香りの効能


母は、香水を好まない人で、昔からその香りが
きついのを嫌っていた。
私もその影響か大学生くらいまではほとんど
つけていなかったが、今は棚に7,8種類の香水の瓶を
並べているし、アトマイザーを持ち歩く。
平日の朝、ニュースを見ながらメークをして、
最後にしゅ、と香水をつける。
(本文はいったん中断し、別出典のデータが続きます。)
"""Kinetics at the bench, no database: ΔG‡ from coalescence, Eyring fits, rates, half-lives,
VT-NMR plans. One function per ``fluxledger calc`` command.

Quantities are texts with units (``'-12 °C'``, ``'0.045 ppm'``, ``'21 kcal/mol'``) or plain
numbers in the canonical units (K, Hz, MHz, kJ/mol, J/(mol·K), s). Each function returns a
frozen record; its ``to_dict()`` is the JSON the command prints. Errors name the argument
(``tc: cannot read '0 K': must be > 0``). The kinetics engine (numpy) and the unit registry
(pint) are loaded when a function runs, never at import; scipy is not needed.
"""

from __future__ import annotations

from collections.abc import Iterable, Sequence
from typing import TYPE_CHECKING

if TYPE_CHECKING:
    from registry.kinetics.calc_coalescence import CoalescenceCalc, UnequalCoalescenceCalc
    from registry.kinetics.calc_eyring import EyringCalc, PointInput
    from registry.kinetics.calc_planning import HalfLifeCalc, PlanCalc, RateCalc

#: a quantity: a text with its unit, or a number in the canonical unit
Quantity = str | float | int


def calc_coalescence(
    *,
    tc: Quantity,
    dnu: Quantity,
    field: Quantity | None = None,
    tc_err: Quantity | None = None,
    dnu_err: Quantity | None = None,
    j: Quantity | None = None,
    j_err: Quantity | None = None,
    ratio: Quantity | None = None,
    ratio_err: Quantity | None = None,
    kappa: float = 1.0,
) -> CoalescenceCalc | UnequalCoalescenceCalc:
    """ΔG‡ at the coalescence temperature ``tc`` of two signals ``dnu`` apart.

    Two equal sites (Gutowsky–Holm); with ``j`` a coupled AB pair (Kurland–Rubin–Wise); with
    ``ratio`` (major:minor, ``'3'`` or ``'75:25'``) unequal populations (Shanan-Atidi–Bar-Eli,
    both directions). ``dnu`` in ppm needs ``field`` (MHz). Without a Tc uncertainty ±2 K is
    assumed and said in ``notes``.
    """
    from registry.kinetics.calc_coalescence import calc_coalescence as run

    return run(
        tc=tc,
        dnu=dnu,
        field=field,
        tc_err=tc_err,
        dnu_err=dnu_err,
        j=j,
        j_err=j_err,
        ratio=ratio,
        ratio_err=ratio_err,
        kappa=kappa,
    )


def calc_eyring(
    points: Iterable[PointInput] | None = None,
    *,
    file: str | None = None,
    sheet: str | None = None,
    t: Quantity | Sequence[Quantity] | None = None,
    kappa: float = 1.0,
) -> EyringCalc:
    """Eyring (ΔH‡, ΔS‡, their correlation, ΔG‡ at ``t`` and at T*) and Arrhenius fits.

    ``points`` are texts ``'T, k'`` / ``'T; k; σk'`` (K and s⁻¹ when no unit is written) or
    tuples of numbers (T in K, k and σk in s⁻¹); ``file`` is a CSV/TSV or spreadsheet with T
    and k columns and units in the headers (pandas is loaded only for a file).
    """
    from registry.kinetics.calc_eyring import calc_eyring as run

    return run(points, file=file, sheet=sheet, t=t, kappa=kappa)


def calc_rate(
    *,
    t: Quantity | Sequence[Quantity] | None = None,
    dg: Quantity | None = None,
    dh: Quantity | None = None,
    ds: Quantity | None = None,
    pair: bool = False,
    kappa: float = 1.0,
) -> RateCalc:
    """Rate constant and half-life at each temperature ``t`` (default 25 °C) from a barrier:
    ``dg``, or ``dh`` with ``ds``. ``pair``: half-life of an excess of one of two equal forms."""
    from registry.kinetics.calc_planning import calc_rate as run

    return run(t=t, dg=dg, dh=dh, ds=ds, pair=pair, kappa=kappa)


def calc_halflife(
    *,
    target: Quantity,
    dg: Quantity | None = None,
    dh: Quantity | None = None,
    ds: Quantity | None = None,
    pair: bool = False,
    solvent_bp: Quantity | None = None,
    solvent_mp: Quantity | None = None,
    kappa: float = 1.0,
) -> HalfLifeCalc:
    """The temperature at which the half-life is ``target``, with the cautions it calls for
    (above the solvent's boiling point only a pressure-rated sealed tube; cold needs cryogens)."""
    from registry.kinetics.calc_planning import calc_halflife as run

    return run(
        target=target,
        dg=dg,
        dh=dh,
        ds=ds,
        pair=pair,
        solvent_bp=solvent_bp,
        solvent_mp=solvent_mp,
        kappa=kappa,
    )


def calc_plan(
    *,
    dnu: Quantity,
    field: Quantity | Sequence[Quantity] | None = None,
    dg: Quantity | None = None,
    dh: Quantity | None = None,
    ds: Quantity | None = None,
    j: Quantity | None = None,
    t: Quantity = "25 °C",
    solvent_bp: Quantity | None = None,
    solvent_mp: Quantity | None = None,
    kappa: float = 1.0,
) -> PlanCalc:
    """A VT-NMR coalescence plan: predicted Tc per spectrometer ``field`` (ppm Δν: default
    60–800 MHz), the exchange regime, half-life and LaPlante class at ``t``, and cautions."""
    from registry.kinetics.calc_planning import calc_plan as run

    return run(
        dnu=dnu,
        field=field,
        dg=dg,
        dh=dh,
        ds=ds,
        j=j,
        t=t,
        solvent_bp=solvent_bp,
        solvent_mp=solvent_mp,
        kappa=kappa,
    )
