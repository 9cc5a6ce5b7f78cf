"""Structure search over the registry: which barriers were measured on compounds with a motif.

Map of the package (data flows top to bottom):

- :mod:`.motifs` — the built-in motif library (names of our own, SMARTS, tested examples) and
  user motifs from the ``motif`` table or a TOML file.
- :mod:`.patterns` — SMARTS / SMILES / motif → RDKit query molecules and their pattern
  fingerprints; parse errors with their position.
- :mod:`.filters` — barrier/temperature ranges in any unit, solvent classes, vocabulary filters
  → SQL conditions.
- :mod:`.index` — the screening index (fingerprints + RDKit binaries of every compound) cached
  beside the registry and kept in step with it.
- :mod:`.elements` — the element screen: elements per compound (in the index) and per query atom.
- :mod:`.listing` — every measurement's search row (ids, sort keys, a ready CSV line) kept
  beside a SQLite registry, so that a search picks its rows with numpy.
- :mod:`.cachefile` — the two cache files' I/O (mapped numpy arrays) and file-state notes.
- :mod:`.engine` — :func:`find`: SQL filters, fingerprint screen, RDKit confirmation, rows.

RDKit is imported lazily inside these modules, so importing the package stays cheap.
"""

from __future__ import annotations

from registry.search.engine import FindResult, brute_force, find, motif_matches
from registry.search.filters import Filters, make_filters, parse_range
from registry.search.motifs import (
    Motif,
    add_motif,
    get_motif,
    list_motifs,
    load_motif_file,
    remove_motif,
)
from registry.search.patterns import PatternError, Query, build_query

__all__ = [
    "Filters",
    "FindResult",
    "Motif",
    "PatternError",
    "Query",
    "add_motif",
    "brute_force",
    "build_query",
    "find",
    "get_motif",
    "list_motifs",
    "load_motif_file",
    "make_filters",
    "motif_matches",
    "parse_range",
    "remove_motif",
]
All set.
そうやって気持ちを切り替えて会社に向かうため
駅に向かう、心なしかぴっと背筋が伸びて。


退社後に予定がある時なんかは、退社時にメークを
直して香水をつけ直すがその時も同じ。
ひとふりで、今度は仕事モードが抜けていく。
単純な人間なので香り一つで効果は大きく、自分が
(特に仕事中は忘れている)女性である、という
至極当然のことをきゅっと認識させてくれる。


香水に限らず、前は柑橘系やさっぱりした香りだけが
好きだったが、いつからかローズの香りがもたらす
華やぐ気分が好きになって、お風呂周りのものが
いっせいにフローラルになったこともあった。
逆にいうとそういうサポートなしに自分の女性性を
認識できない、ということなのかもしれないが、
それだけに香水が嫌いでにおいの強いものを好まない母が
いつも自慢の綺麗な母であることに敬意を抱く。


私にはそこまでの女らしさはないので、日々香りのチカラを
借りながら、背筋を伸ばしている。


アトマイザーに香水を入れ替えながらそんなことを
考えていたら、もう一つ香りについて思い出した。


この間、いつだったかの週末に、天気のいい日差しに
気持ちよく窓を開けると、近所で何か(タマネギとか、そういうもの)
を炒めている、朝ごはんの準備をしているような香りがした。
そして、香ばしいコーヒーの香りも。


その香りに、近くに確かに人が息をして、日々を暮らしている、
という空気を、雰囲気を、人の「気配」を、圧倒的に認識した。
ちゃんと、あたたかいもの、おいしいものを
食べようとしているぬくもり。生活。
それを感じて、幸せになった。
朝においしい一杯のコーヒーを、ごくふつうにすすって、
おいしいなあ、と感じられること。
そのマグカップの隣にはあったかい食事が一緒にあって、
おいしいなあ、と味わえること。
そんな本当に本当に些細なことが、
極上の幸せなんだなあ、と思った。